--- GIVEN RECORDS ---

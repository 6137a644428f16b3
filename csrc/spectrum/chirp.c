#include "spectrum/chirp.h"

#include <math.h>
#include <stdlib.h>
#include <string.h>

#include "base/checked.h"
#include "spectrum/fourier.h"
#include "spectrum/phase.h"
#include "spectrum/transform.h"

struct lbr_chirp {
  size_t n, points, folded;  /* folded: length of the convolution */
  lbr_fourier *fourier;
  double complex *before;    /* on sample j: exp(-2 pi i (first j + step j^2
                              * / 2)) */
  double complex *after;     /* on point k: exp(-pi i step k^2) */
  double complex *kernel;    /* transform of the conjugate chirp */
  double complex *product, *bins;
};

void lbr_chirp_free(lbr_chirp *c) {
  if (!c) return;
  lbr_fourier_free(c->fourier);
  free(c->before);
  free(c->after);
  lbr_transform_drop(c->kernel);
  lbr_transform_drop(c->product);
  lbr_transform_drop(c->bins);
  free(c);
}

static inline double complex times(double complex a, double complex b) {
  double ar = creal(a), ai = cimag(a), br = creal(b), bi = cimag(b);
  return CMPLX(ar * br - ai * bi, ar * bi + ai * br);
}

/* exp(-pi i step j^2); j^2 is a whole number below 2^53. */
static double complex chirp_at(double step, size_t j) {
  return lbr_phase_product(step / 2, (double)j * (double)j);
}

static size_t folded_length(size_t n) {
  if (n < 4096) return lbr_transform_fast_length(n);
  return 256 * lbr_transform_fast_length((n + 255) / 256);
}

static lbr_status fill(lbr_chirp *c, double first, double step) {
  size_t most = c->n > c->points ? c->n : c->points;
  memset(c->product, 0, c->folded * sizeof *c->product);
  for (size_t j = 0; j < most; j++) {
    double complex w = chirp_at(step, j);
    if (j < c->n)
      c->before[j] = times(w, lbr_phase_product(first, (double)j));
    if (j < c->points) c->after[j] = w;
    if (j < c->points) c->product[j] = conj(w);
    if (j > 0 && j < c->n) c->product[c->folded - j] = conj(w);
  }
  return lbr_fourier_run(c->fourier, c->product, NULL, c->kernel);
}

lbr_status lbr_chirp_new(size_t n, double first, double step, size_t points,
                         unsigned workers, lbr_chirp **out) {
  if (n < 1 || n > LBR_CHIRP_MOST || points < 1 || points > LBR_CHIRP_MOST ||
      !isfinite(first) || !isfinite(step))
    return LBR_DOMAIN;
  lbr_chirp *c = lbr_alloc(1, sizeof *c);
  if (!c) return LBR_NO_MEMORY;
  c->n = n;
  c->points = points;
  c->folded = folded_length(n + points - 1);
  lbr_status status = lbr_fourier_new(c->folded, workers, &c->fourier);
  c->before = lbr_alloc(n, sizeof *c->before);
  c->after = lbr_alloc(points, sizeof *c->after);
  c->kernel = (double complex *)lbr_transform_unset(2 * c->folded);
  c->product = (double complex *)lbr_transform_unset(2 * c->folded);
  c->bins = (double complex *)lbr_transform_unset(2 * c->folded);
  if (status == LBR_OK && !(c->before && c->after && c->kernel &&
                            c->product && c->bins))
    status = LBR_NO_MEMORY;
  if (status == LBR_OK) status = fill(c, first, step);
  if (status == LBR_OK)
    *out = c;
  else
    lbr_chirp_free(c);
  return status;
}

lbr_status lbr_chirp_run(lbr_chirp *c, const double complex *x,
                         double complex *out) {
  double scale = 1 / (double)c->folded;
  for (size_t j = 0; j < c->n; j++) c->product[j] = times(x[j], c->before[j]);
  memset(c->product + c->n, 0, (c->folded - c->n) * sizeof *c->product);
  lbr_status status = lbr_fourier_run(c->fourier, c->product, NULL, c->bins);
  if (status != LBR_OK) return status;
  for (size_t i = 0; i < c->folded; i++) {
    double complex p = times(c->bins[i], c->kernel[i]);
    c->product[i] = CMPLX(scale * creal(p), -scale * cimag(p));
  }
  status = lbr_fourier_run(c->fourier, c->product, NULL, c->bins);
  if (status != LBR_OK) return status;
  for (size_t k = 0; k < c->points; k++)
    out[k] = times(conj(c->bins[k]), c->after[k]);
  return LBR_OK;
}
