/* The quadrature of a record: what turns it into its analytic signal.
 */
#ifndef LBR_SPECTRUM_ANALYTIC_H
#define LBR_SPECTRUM_ANALYTIC_H

#include <stddef.h>

#include "base/status.h"

/* out[i]: x with every line turned back by a quarter turn (the discrete
 * Hilbert transform over n samples, taken as a period); x + i out is the
 * analytic signal.  1 <= n <= LBR_TRANSFORM_MOST; out may be x. */
LBR_CHECKED lbr_status lbr_quadrature(const double *x, size_t n, double *out);

#endif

---

- [PROBLEM REQUIREMENTS]:
In the listing above, the lines from the one containing "double complex *after;" through the one containing "lbr_fourier_free(c->fourier);" must be set down exactly, with no other lines.

- [WRITTEN RESPONSE]:
  double complex *after;     /* on point k: exp(-pi i step k^2) */
  double complex *kernel;    /* transform of the conjugate chirp */
  double complex *product, *bins;
};

void lbr_chirp_free(lbr_chirp *c) {
  if (!c) return;
  lbr_fourier_free(c->fourier);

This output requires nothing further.